First-principles study of phase stability, electronic and mechanical properties of plutonium sub-oxides

Abstract

The formation energies (ΔH_f) of fluorite PuO₂, α-Pu₂O₃ and sub-oxides PuO_2−x (0.0 < x < 0.5) are determined from atomic scale simulations based on density functional theory (DFT) employing the generalised gradient approximation (GGA) corrected with an effective Hubbard parameter (U_eff). The variation of structural and electronic properties of PuO₂ and α-Pu₂O₃ is determined while ramping up U_eff from 0 eV to 5 eV (U_eff-ramping method) to treat the presence of metastable magnetic states and to determine the most suitable U_eff value matching the experiments. The GGA+U calculated lattice parameter variation as a function of stoichiometry (a(x)) for PuO_2−x shows a positive volume of relaxation and an almost linear variation presented by the relation a(x) = a₀ − 0.522738x, where a₀ is the equilibrium lattice parameter of PuO₂. The GGA+U calculated ΔH_f values of PuO_2−x lie above the tie line connecting the ΔH_f of PuO₂ and Pu₂O₃, and with decreasing O/Pu ratio, the stability of the sub-oxides increases.
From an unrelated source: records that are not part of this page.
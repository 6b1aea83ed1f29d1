/* combiner.h - the reducer's record loop: check each record and count it
 * in a small direct-mapped table of (op key, size, peer) counts that stays
 * in L1. Header-only so that src/reduce/accum.c and
 * bench/bench_reduce_hist.c run the same code.
 *
 * A record costs a table lookup for its op key, one test of its flag and
 * reserved bits, a hash, one compare and one increment. A triple leaves its
 * slot when another one takes it (the caller's miss function) and at the
 * end of the unit; only then does it go into its histogram, the rank's
 * totals row and the send matrix, as n messages of its size. The
 * histograms are exact and additions commute, and n * size equals n
 * additions of size modulo 2^64, so every table ends up exactly as with one
 * update per record. */
#ifndef MC_REDUCE_COMBINER_H
#define MC_REDUCE_COMBINER_H

#include <msgcensus/trace.h> /* mc_record, mc_op_known_table */

#include <stddef.h> /* size_t */
#include <stdint.h> /* uint64_t */
#include <string.h> /* memcpy */

#define MC__COMB_BITS 9u
#define MC__COMB_SLOTS (1u << MC__COMB_BITS)
/* A kp no record has: op keys are far below 2^32 - 1. */
#define MC__COMB_NO_KEY UINT64_MAX
#define MC__COMB_NDIRS 3u /* MC_DIR_NONE, MC_DIR_SEND, MC_DIR_RECV */
_Static_assert(MC_DIR_RECV == MC__COMB_NDIRS - 1, "three directions");
_Static_assert((MC_OP_MAX_CODE + 1u) * MC__COMB_NDIRS < 0xffffu,
               "op keys + 1 fit in 16 bits");

typedef struct mc__comb_slot {
    uint64_t size;
    uint64_t kp; /* op key in the low 32 bits, peer (as u32) in the high */
    uint64_t n;  /* 0 = nothing pending */
} mc__comb_slot;

/* keys[op * 4 + dir] is the op key + 1 (op * 3 + dir + 1) of a known op
 * code and a direction, 0 for an unknown code or dir == 3; the row
 * op = MC_OP_MAX_CODE + 1 is all 0 and takes every code out of range. */
#define MC__REC_KEYS_LEN ((MC_OP_MAX_CODE + 2u) * 4u)

static inline void mc__rec_keys_init(uint16_t keys[MC__REC_KEYS_LEN])
{
    const unsigned char *known = mc_op_known_table();
    for (unsigned op = 0; op <= MC_OP_MAX_CODE + 1u; op++)
        for (unsigned d = 0; d < 4; d++) {
            const int ok =
                op <= MC_OP_MAX_CODE && known[op] && d < MC__COMB_NDIRS;
            keys[op * 4 + d] = (uint16_t)(ok ? op * MC__COMB_NDIRS + d + 1 : 0);
        }
}

static inline void mc__comb_init(mc__comb_slot comb[MC__COMB_SLOTS])
{
    for (size_t i = 0; i < MC__COMB_SLOTS; i++) {
        comb[i].size = 0;
        comb[i].kp = MC__COMB_NO_KEY;
        comb[i].n = 0;
    }
}

static inline size_t mc__comb_index(uint64_t size, uint64_t kp)
{
    const uint64_t x = size ^ (kp * 0xC2B2AE3D27D4EB4Full);
    return (size_t)((x * 0x9E3779B97F4A7C15ull) >> (64u - MC__COMB_BITS));
}

/* The bits of the 8 bytes op, dir, flags, reserved (offsets 40..47, read
 * as one little-endian word) that no valid record has set: dir above 3,
 * flag bits outside MC_RF_KNOWN_MASK, any reserved bit. dir == 3 and the op
 * code are left to the key table. Other hosts (and tests, with
 * MC__COMB_PORTABLE defined) test the fields one by one. */
#define MC__REC_BAD_BITS                                                       \
    ((0xfcull << 16) | ((uint64_t)(~MC_RF_KNOWN_MASK & 0xffu) << 24) |         \
     (0xffffffffull << 32))
_Static_assert(offsetof(mc_record, dir) == offsetof(mc_record, op) + 2 &&
                   offsetof(mc_record, flags) == offsetof(mc_record, op) + 3 &&
                   offsetof(mc_record, reserved) == offsetof(mc_record, op) + 4,
               "op, dir, flags, reserved fill one 8-byte word");

/* Called when a record's slot holds another triple (or none yet): flush
 * the slot and take it for (size, kp) with n = 1. Non-zero stops the loop
 * and is returned. */
typedef int (*mc__comb_miss_fn)(void *ctx, mc__comb_slot *s, uint64_t size,
                                uint64_t kp);

/* Count recs[i0..n) up to the first invalid record (the test of
 * mc_record_valid()); per-peer records (MC_RF_PER_PEER) are checked but
 * not counted. *stop is the index of the first invalid record, or n. */
static inline int mc__comb_count(mc__comb_slot *restrict comb,
                                 const uint16_t *restrict keys,
                                 const mc_record *recs, size_t i0, size_t n,
                                 size_t *stop, mc__comb_miss_fn miss, void *ctx)
{
    size_t i;
    int rc = 0;
    for (i = i0; i < n; i++) {
        const mc_record *r = &recs[i];
        unsigned op = r->op;
        op = op <= MC_OP_MAX_CODE ? op : MC_OP_MAX_CODE + 1u;
        const unsigned key1 = keys[op * 4u + (r->dir & 3u)];
#if !defined(MC__COMB_PORTABLE) && defined(__BYTE_ORDER__) &&                  \
    __BYTE_ORDER__ == __ORDER_LITTLE_ENDIAN__
        uint64_t w;
        memcpy(&w, &r->op, sizeof w);
        const int bad = (w & MC__REC_BAD_BITS) != 0;
#else
        const int bad = (r->dir > 3u) | ((r->flags & ~MC_RF_KNOWN_MASK) != 0) |
                        (r->reserved != 0);
#endif
        if (bad | (key1 == 0) | (r->t_end_ns < r->t_start_ns))
            break;
        if (r->flags & MC_RF_PER_PEER)
            continue;
        const uint64_t kp = (key1 - 1u) | (uint64_t)(uint32_t)r->peer << 32;
        mc__comb_slot *s = &comb[mc__comb_index(r->bytes, kp)];
        /* A slot left behind by a flush (n == 0) may match: counting from 0
         * is right. */
        if (s->size == r->bytes && s->kp == kp)
            s->n++;
        else if ((rc = miss(ctx, s, r->bytes, kp)) != 0)
            break;
    }
    *stop = i;
    return rc;
}

#endif
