/// Format with an SI prefix and three significant digits: `13.8 V`,
/// `2.3 A`, `40 ns`, `4.7 kΩ`.
pub fn format_si(value: f64, dim: Dimension) -> String {
    let unit = dim.unit();
    if !value.is_finite() {
        return format!("{value} {unit}").trim_end().to_string();
    }
    // below the display resolution a value is zero (the numerical residue
    // of a solve, not a quantity)
    if value.abs() < display_floor(dim) {
        return format!("0 {unit}").trim_end().to_string();
    }
    match dim {
        Dimension::Temperature => return format!("{} °C", sig3(value)),
        Dimension::Number => return sig3(value),
        Dimension::ThermalResistance => return format!("{} K/W", sig3(value)),
        _ => {}
    }
    let a = value.abs();
    let (scaled, prefix) = if a == 0.0 {
        (0.0, "")
    } else if a >= 0.9995e12 {
        (value / 1e12, "T")
    } else if a >= 1e9 {
        (value / 1e9, "G")
    } else if a >= 1e6 {
        (value / 1e6, "M")
    } else if a >= 1e3 {
        (value / 1e3, "k")
    } else if a >= 0.9995 {
        (value, "")
    } else if a >= 0.9995e-3 {
        (value * 1e3, "m")
    } else if a >= 0.9995e-6 {
        (value * 1e6, "µ")
    } else if a >= 0.9995e-9 {
        (value * 1e9, "n")
    } else if a >= 0.9995e-12 {
        (value * 1e12, "p")
    } else {
        (value * 1e15, "f")
    };
    format!("{} {prefix}{unit}", sig3(scaled))
}

/// The smallest magnitude worth printing per dimension.
fn display_floor(dim: Dimension) -> f64 {
    match dim {
        Dimension::Voltage => 1e-6,
        Dimension::Current | Dimension::Power => 1e-9,
        Dimension::Energy | Dimension::Time => 1e-12,
        Dimension::Charge => 1e-15,
        _ => 0.0,
    }
}

/// Three significant digits, no trailing zeros: 13.8, 2.3, 40, 0.12.
/// Beyond four digits either way (from 10,000, below 0.001) the number is
/// written with an exponent, `1.23e5`, so that no value of any size prints
/// more than four significant digits.
pub fn sig3(v: f64) -> String {
    if v == 0.0 {
        return "0".to_string();
    }
    if !v.is_finite() {
        return v.to_string();
    }
    let a = v.abs();
    if !(1e-3..9999.5).contains(&a) {
        let s = format!("{v:.2e}");
        return match s.split_once('e') {
            Some((m, e)) if m.contains('.') => {
                format!("{}e{e}", m.trim_end_matches('0').trim_end_matches('.'))
            }
            _ => s,
        };
    }
    let decimals = if a >= 100.0 {
        0
    } else if a >= 10.0 {
        1
    } else if a >= 1.0 {
        2
    } else {
        let mag = a.log10().floor() as i32; // -1 for 0.12
        (2 - mag).clamp(0, 15) as usize
    };
    let s = format!("{v:.decimals$}");
    if s.contains('.') {
        s.trim_end_matches('0').trim_end_matches('.').to_string()
    } else {
        s
    }
}

/// A percentage for messages: 0.8 → "80 %".
pub fn percent(fraction: f64) -> String {
    format!("{} %", sig3(fraction * 100.0))
}
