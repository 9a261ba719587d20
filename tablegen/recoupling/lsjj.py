"""Two-particle LS <-> jj transformation matrices, one per total J, via the 9j.

For particles with orbital l1, l2 and spin 1/2 each, the entry is

    <(l1 s1)j1, (l2 s2)j2; J | (l1 l2)L, (s1 s2)S; J>
      = sqrt((2j1+1)(2j2+1)(2L+1)(2S+1)) {l1 s1 j1; l2 s2 j2; L S J}

(Edmonds 1957, eq. 6.4.2), computed here as the recoupling between the trees
``((l1 s1)j1 (l2 s2)j2)J`` and ``((l1 l2)L (s1 s2)S)J``.  Rows are (j1, j2),
columns the term symbols ^{2S+1}L_J.  With order="sl" each particle couples
as (s l)j instead, which multiplies row (j1, j2) by (-1)^(l1+l2+1-j1-j2).

Equivalent particles (l^2): only the antisymmetric states are kept, the
Pauli-allowed terms (L + S even) and the jj pairs j1 <= j2 with J even when
j1 = j2.  Normalisation: the antisymmetric jj state for j1 < j2 is
[|j1 j2; J> - (-1)^(j1+j2-J) |j2 j1; J>]/sqrt(2), and for j1 = j2 it is
|j j; J> itself (de-Shalit and Talmi, Nuclear Shell Theory, 1963, ch. 1);
its overlap with an allowed LS term is therefore sqrt(2) times the 9j entry
for j1 < j2, and the entry itself for j1 = j2.  The matrices stay orthogonal.
"""

from __future__ import annotations

from typing import NamedTuple


from ..errors import QuantumNumberError
from ..spins import half_text
from ..values.surd import Surd
from functools import lru_cache

from .coefficient import evaluate, pair_of, tree_allowed
from .paths import plan_path

__all__ = ["LsJjMatrix", "lsjj_matrices", "lsjj_entry", "lsjj_labels", "term_symbol", "ORBITAL_LETTERS"]

#: Spectroscopic letters for L = 0, 1, 2, ... (J is skipped by convention).
ORBITAL_LETTERS = "SPDFGHIKLMNOQRTUV"

_JJ = {"ls": "((l1 s1)j1 (l2 s2)j2)J", "sl": "((s1 l1)j1 (s2 l2)j2)J"}
_LS = "((l1 l2)L (s1 s2)S)J"


def term_symbol(L: int, S2: int, J: int, latex: bool = False) -> str:
    """'3P2' or '{}^{3}\\mathrm{P}_{2}' for L, 2S and J (ints, J whole)."""
    letter = ORBITAL_LETTERS[L] if L < len(ORBITAL_LETTERS) else f"[L={L}]"
    if latex:
        return f"{{}}^{{{S2 + 1}}}\\mathrm{{{letter}}}_{{{J}}}"
    return f"{S2 + 1}{letter}{J}"


class LsJjMatrix(NamedTuple):
    """One J: rows (j1, j2) doubled, columns (L, 2S), exact entries."""

    l1: int
    l2: int
    J: int
    order: str
    equivalent: bool
    rows: tuple[tuple[int, int], ...]
    columns: tuple[tuple[int, int], ...]
    entries: tuple[tuple[Surd, ...], ...]

    def row_labels(self) -> tuple[str, ...]:
        return tuple(f"({half_text(a)}, {half_text(b)})" for a, b in self.rows)

    def column_labels(self, latex: bool = False) -> tuple[str, ...]:
        return tuple(term_symbol(L, S2, self.J, latex) for L, S2 in self.columns)

    def convention(self) -> str:
        """The coupling order and normalisation, to be stated beside the matrix."""
        each = "(l s)j" if self.order == "ls" else "(s l)j"
        text = f"each particle coupled as {each}; rows <j1 j2; J|, columns |L S; J>"
        if self.equivalent:
            text += "; antisymmetric normalised states, Pauli-allowed terms only"
        return text


def _check_l(value: object, name: str) -> int:
    if type(value) is not int or value < 0:
        raise QuantumNumberError(name, value, "an orbital l must be a whole number >= 0")
    return value


def lsjj_matrices(l1: int, l2: int, *, equivalent: bool = False, order: str = "ls") -> tuple[LsJjMatrix, ...]:
    """The LS<->jj matrices for every J of two spin-1/2 particles with orbital l1, l2."""
    l1, l2 = _check_l(l1, "l1"), _check_l(l2, "l2")
    if order not in _JJ:
        raise QuantumNumberError("order", order, "must be 'ls' for (l s)j or 'sl' for (s l)j")
    if equivalent and l1 != l2:
        raise QuantumNumberError("l2", l2, f"equivalent particles need l2 = l1 = {l1}")
    out = []
    for J in range(0, l1 + l2 + 2):
        rows, cols = lsjj_labels(l1, l2, J, equivalent)
        if not rows:
            continue
        entries = []
        for a, b in rows:
            entries.append(tuple(lsjj_entry(2 * l1, 2 * l2, a, b, 2 * J, 2 * L, S2, equivalent, order)
                                 for L, S2 in cols))
        out.append(LsJjMatrix(l1, l2, J, order, equivalent, tuple(rows), tuple(cols), tuple(entries)))
    return tuple(out)


def lsjj_labels(l1: int, l2: int, J: int, equivalent: bool) -> tuple[list[tuple[int, int]], list[tuple[int, int]]]:
    """Rows (doubled j1, j2) and columns (L, doubled S) of one J (l1, l2, J, L whole numbers)."""
    rows = [(a, b) for a in _js(l1) for b in _js(l2) if abs(a - b) <= 2 * J <= a + b]
    cols = [(L, S2) for L in range(abs(l1 - l2), l1 + l2 + 1) for S2 in (0, 2) if abs(L - S2 // 2) <= J <= L + S2 // 2]
    if equivalent:
        rows = [(a, b) for a, b in rows if a < b or (a == b and J % 2 == 0)]
        cols = [(L, S2) for L, S2 in cols if (L + S2 // 2) % 2 == 0]
    return rows, cols


def lsjj_entry(tl1: int, tl2: int, tj1: int, tj2: int, tJ: int, tL: int, tS: int, equivalent: bool = False,
               order: str = "ls") -> Surd:
    """One entry <(l1 s1)j1, (l2 s2)j2; J | (l1 l2)L, (s1 s2)S; J> from doubled values (s1 = s2 = 1/2).

    With ``equivalent`` the row is the antisymmetric normalised state (j1 < j2: sqrt(2) times the
    9j entry; j1 = j2: the entry itself); the caller keeps to Pauli-allowed rows and columns.
    """
    pair = pair_of(_JJ[order], _LS)
    env = {"l1": tl1, "l2": tl2, "s1": 1, "s2": 1, "j1": tj1, "j2": tj2, "L": tL, "S": tS, "J": tJ}
    if not tree_allowed(pair, env):
        return Surd._trusted(0, 0, 1)
    v = evaluate(_plan(order), env)
    return v * Surd._trusted(1, 2, 1) if equivalent and tj1 != tj2 else v


@lru_cache(maxsize=2)
def _plan(order: str):
    return plan_path(pair_of(_JJ[order], _LS))


def _js(l: int) -> tuple[int, ...]:
    """Doubled j = l - 1/2, l + 1/2 (only 1/2 for l = 0)."""
    return (1,) if l == 0 else (2 * l - 1, 2 * l + 1)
The crystal and electronic structure analysis of the oxygen vacancy in PuO₂ shows outward anisotropic relaxation of four Pu atoms around the vacancy site. The electronic charges within the Wigner–Seitz sphere around these Pu atoms show an overall gain of only (0.12–0.22)e per Pu atom, signifying an incomplete localization of charges. Finally, the GGA+U calculated single crystal elastic constant values decrease continuously with decreasing O/Pu ratio from 2.0 to 1.5. The rate of decrease of the average C₁₁ is almost 11–15 times higher compared to the rate of decrease of C₁₂ and C₄₄.